For example, the 1916 film 20,000 Leagues Under the Sea was in its time a technical marvel, employing such prototypic techniques as intercut parallel story lines, underwater photography, a full-size prop submarine, and marvelous advances in false beard technology. But with its truncated bricolage of two distinct Jules Verne stories, the film scholar might argue that this movie is exemplary of the kind of cultural hegemony that developed, intentionally, ideologically and subtextually, causing the formative years of narrative film form to be mitigated by commercially-driven narrative interpellation, in which silent film planted the seeds of its own demise.

On the other hand, the casual contemporary viewer would be free to interpret the film as big, slow and dumb, much like 2005’s Poseidon only without the babes, and would be encouraged to strike the above scholar repeatedly with a copy of David Bordwell’s dense and compact text “On the History of Film Style.”

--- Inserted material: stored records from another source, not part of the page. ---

import { type CSSProperties, type KeyboardEvent, type PointerEvent, useId, useRef } from "react";
import type { BorderFace } from "../model/borders.ts";
import { freeStep, type Scale, scaleOf, shownValue, sourceOf, stepped, valueAt } from "../model/scale.ts";
import type { ParameterFace } from "../model/types.ts";
import type { RuleEditing } from "../rule/rule-editing.ts";
import { strandColour } from "../text/contents.ts";
import { ParameterField } from "./parameter-field.tsx";
import { ParameterNote } from "./parameter-note.tsx";
import { ParameterScale } from "./parameter-scale.tsx";
import { useTrial } from "./parameter-trial.ts";
import { useTyping } from "./parameter-typing.ts";
import { type RuleWord, useAttended, useRuleWord } from "./rule-word.ts";
import { Runs } from "./runs.tsx";

interface Props {
  readonly parameter: ParameterFace;
  readonly borders: readonly BorderFace[];
  readonly place: number;
  onTry(name: string, source: string | null): void;
  onSet(name: string, source: string): void;
  onJudge(name: string, source: string): Promise<string>;
  /** null: for one who only reads. */
  readonly editing: RuleEditing | null;
  readonly onSay: (words: string) => void;
  readonly onWord: (name: string, word: RuleWord | null) => void;
}

/** A pointer that moved less than this, in px, has clicked. */
const CLICK_PX = 3;
const NO_MACROS = {};
const DIRECTIONS: Readonly<Record<string, 1 | -1>> = { ArrowRight: 1, ArrowUp: 1, ArrowLeft: -1, ArrowDown: -1 };

/**
 * One parameter of the rule:
 *
 *     at rest ──drag or arrow──▶ tried (previewed privately) ──release, Enter, or a pause──▶ set (one edit) ──▶ at rest
 *        │                            └──Esc──▶ at rest, as before
 *        └──digit, Enter or click──▶ typed ──Enter──▶ set, or said what is wrong;  ──Esc──▶ at rest, as before
 */
export function ParameterIndex({ parameter, borders, place, editing, onTry, onSet, onJudge, onSay, onWord }: Props) {
  const trial = useTrial(parameter, onTry, onSet);
  const typing = useTyping({ name: parameter.name, onJudge, onSettle: trial.settle, onWord, onSay });
  const { attended, attend } = useAttended();
  const description = useId();
  const drag = useRef<{ at: number; from: number; moved: boolean; last: number } | null>(null);
  const scale = scaleOf(parameter);
  const value = trial.tried ?? parameter.value;
  const movable = parameter.plain && value !== null;
  const { tried } = trial;
  const words = useRuleWord(parameter, borders, { tried, attended, onWord, onSay });

  const abandon = () => {
    drag.current = null;
    trial.putBack();
  };
  const onKeyDown = (event: KeyboardEvent) => {
    const direction = DIRECTIONS[event.key];
    if (direction !== undefined && event.altKey && event.shiftKey) editing?.move(parameter.name, direction);
    else if (event.key === "Escape") abandon();
    else if (event.key === "Enter" && trial.tried !== null) trial.settle(sourceOf(trial.tried));
    else if (event.key === "Enter" || event.key === " ") typing.open(parameter.source);
    else if (/^[\d.+-]$/.test(event.key) && !event.ctrlKey && !event.metaKey && !event.altKey) typing.open(event.key);
    else if (direction !== undefined && movable) {
      const fineness = event.ctrlKey ? 10 : event.altKey ? 0.1 : 1;
      const next = stepped(value, scale?.step ?? freeStep(value, parameter.step), direction, fineness, scale);
      trial.attempt(next);
      trial.settleSoon(next);
    } else return;
    event.preventDefault();
  };

  const begin = (event: PointerEvent<Element>, from: number, moved: boolean) => {
    event.currentTarget.setPointerCapture(event.pointerId);
    // The keys go with the hand: Esc puts back what is dragged.
    event.currentTarget.closest(".hl-par")?.querySelector<HTMLElement>("[role=spinbutton]")?.focus();
    drag.current = { at: event.clientX, from, moved, last: from };
    if (moved) trial.attempt(from);
  };
  const move = (event: PointerEvent<Element>, width: number) => {
    const begun = drag.current;
    if (begun === null || scale === null || width <= 0) return;
    const by = event.clientX - begun.at;
    if (!begun.moved && Math.abs(by) < CLICK_PX) return;
    const next = draggedTo(scale, begun.from, by / width);
    if (begun.moved && next === begun.last) return;
    begun.moved = true;
    begun.last = next;
    trial.attempt(next);
  };
  const end = () => {
    const begun = drag.current;
    drag.current = null;
    if (begun === null) return;
    if (begun.moved) trial.settle(sourceOf(begun.last));
    else typing.open(parameter.source);
  };

  const label = parameter.note === "" ? parameter.name : `${parameter.name}, ${parameter.note}`;
  const shown = trial.tried === null ? parameter.shown : shownValue(trial.tried, parameter.source, parameter.step);
  const was = trial.tried === null ? parameter.was : parameter.value;
  const wasShown = trial.tried === null ? parameter.wasShown : parameter.shown;
  return (
    <div ref={attend} className="hl-par" style={{ "--strand": strandColour(place) } as CSSProperties}>
      <div className="hl-par-value">
        <Runs runs={[{ run: "math", tex: parameter.symbol }]} macros={NO_MACROS} /> ={" "}
        {typing.typed === null ? (
          <span
            role="spinbutton"
            tabIndex={0}
            className={scale !== null && movable ? "hl-par-handle hl-par-movable" : "hl-par-handle"}
            aria-label={label}
            aria-valuenow={value ?? 0}
            aria-valuemin={parameter.min ?? undefined}
            aria-valuemax={parameter.max ?? undefined}
            aria-describedby={description}
            aria-valuetext={parameter.unit === "" ? shown : `${shown} ${parameter.unit}`}
            data-parameter={parameter.name}
            onKeyDown={onKeyDown}
            onPointerDown={(event) => event.button === 0 && begin(event, value ?? 0, false)}
            onPointerMove={(event) => movable && move(event, widthOfScale(event.currentTarget))}
            onPointerUp={end}
            onPointerCancel={abandon}
          >
            {shown}
          </span>
        ) : (
          <ParameterField
            name={parameter.name}
            label={label}
            first={typing.typed}
            fault={typing.fault}
            onWrite={typing.write}
            onEnter={typing.enter}
            onEscape={() => typing.close()}
            onLeave={() => typing.close("left")}
          />
        )}
        {parameter.unit === "" ? null : <span className="hl-par-unit"> {parameter.unit}</span>}
        {was === null ? null : <span className="hl-par-was"> was {wasShown}</span>}
      </div>
      <ParameterNote parameter={parameter} onChange={editing === null ? null : () => editing.change(parameter.name)} />
      {scale === null || value === null ? null : (
        <ParameterScale
          scale={scale}
          value={value}
          was={was}
          borders={borders.map(({ at }) => at)}
          onPointerDown={(event) => {
            const box = event.currentTarget.getBoundingClientRect();
            if (!movable || event.button !== 0 || box.width <= 0) return;
            event.preventDefault();
            begin(event, valueAt(scale, (event.clientX - box.left) / box.width), true);
          }}
          onPointerMove={(event) => move(event, event.currentTarget.getBoundingClientRect().width)}
          onPointerUp={end}
          onPointerCancel={abandon}
        />
      )}
      <span id={description} className="hl-said">
        {words === "" ? `${parameter.hangs}.` : `${parameter.hangs}. ${words}`}
      </span>
    </div>
  );
}

function draggedTo(scale: Scale, from: number, share: number): number {
  return valueAt(scale, (from - scale.min) / (scale.max - scale.min) + share);
}

/** The scale beneath a value, whose width the value is dragged along. */
function widthOfScale(handle: Element): number {
  return handle.closest(".hl-par")?.querySelector(".hl-par-scale")?.getBoundingClientRect().width ?? 0;
}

But there are many excellent silent movies, and I encourage you to rent as many as you are willing. The comedies are a good place to start, especially those that are funny, so look to the films of Hal Roach and Lo McCarey for a good variety, and seek out the slapstick of Chaplin, Keaton, Lloyd, Charley Chase, Laurel and Hardy, to get you going. But avoid French or German silent comedies, particularly those with clowns in them; they are not at all funny.

*

Larry SemonThe comedies of Larry Semon have often been considered, particularly by me, to be the worst of their time. Larry was a spectacularly ugly little man, with a pointy, horizontally-oriented face that seems made for comedy. Practiced in the gangly contortions of a burlesque pie-thrower, Larry lacked even a molecule of the subtlety of physical humor that his contemporaries had by the metric ton. Having no talent for sight gags, Larry resorted to mugging, endless, excessive, straight-at-the-camera mugging. Wearing a derby and clown-white makeup, Larry would wiggle his ears, grimace, look around a lot and pop his eyes open in surprise, delight, alarm, hunger, didn’t matter, he popped his eyes open like a thyroid patient six times a minute. Throughout all his cavorting, devilry, cut-ups, shenanigans and hideous, rubber-faced mugging, the only character that surfaced was Larry. He was a one-trick pony, the ‘twenties equivalent of Jim Carrey, and every bit as one-dimensional and annoying. Accordingly, Larry was hugely successful, making over a hundred films and becoming one of the most popular silent stars of the early twenties. So why isn’t he remembered? Because he simply was not funny. People often confuse “stupid” or “spastic” or even “violent” with “funny,” which is how we’ve ended up with the likes of Mr. Carrey, Adam Sandler, his flying monkey Rob Schneider, Robin Williams and, initially, Larry Semon.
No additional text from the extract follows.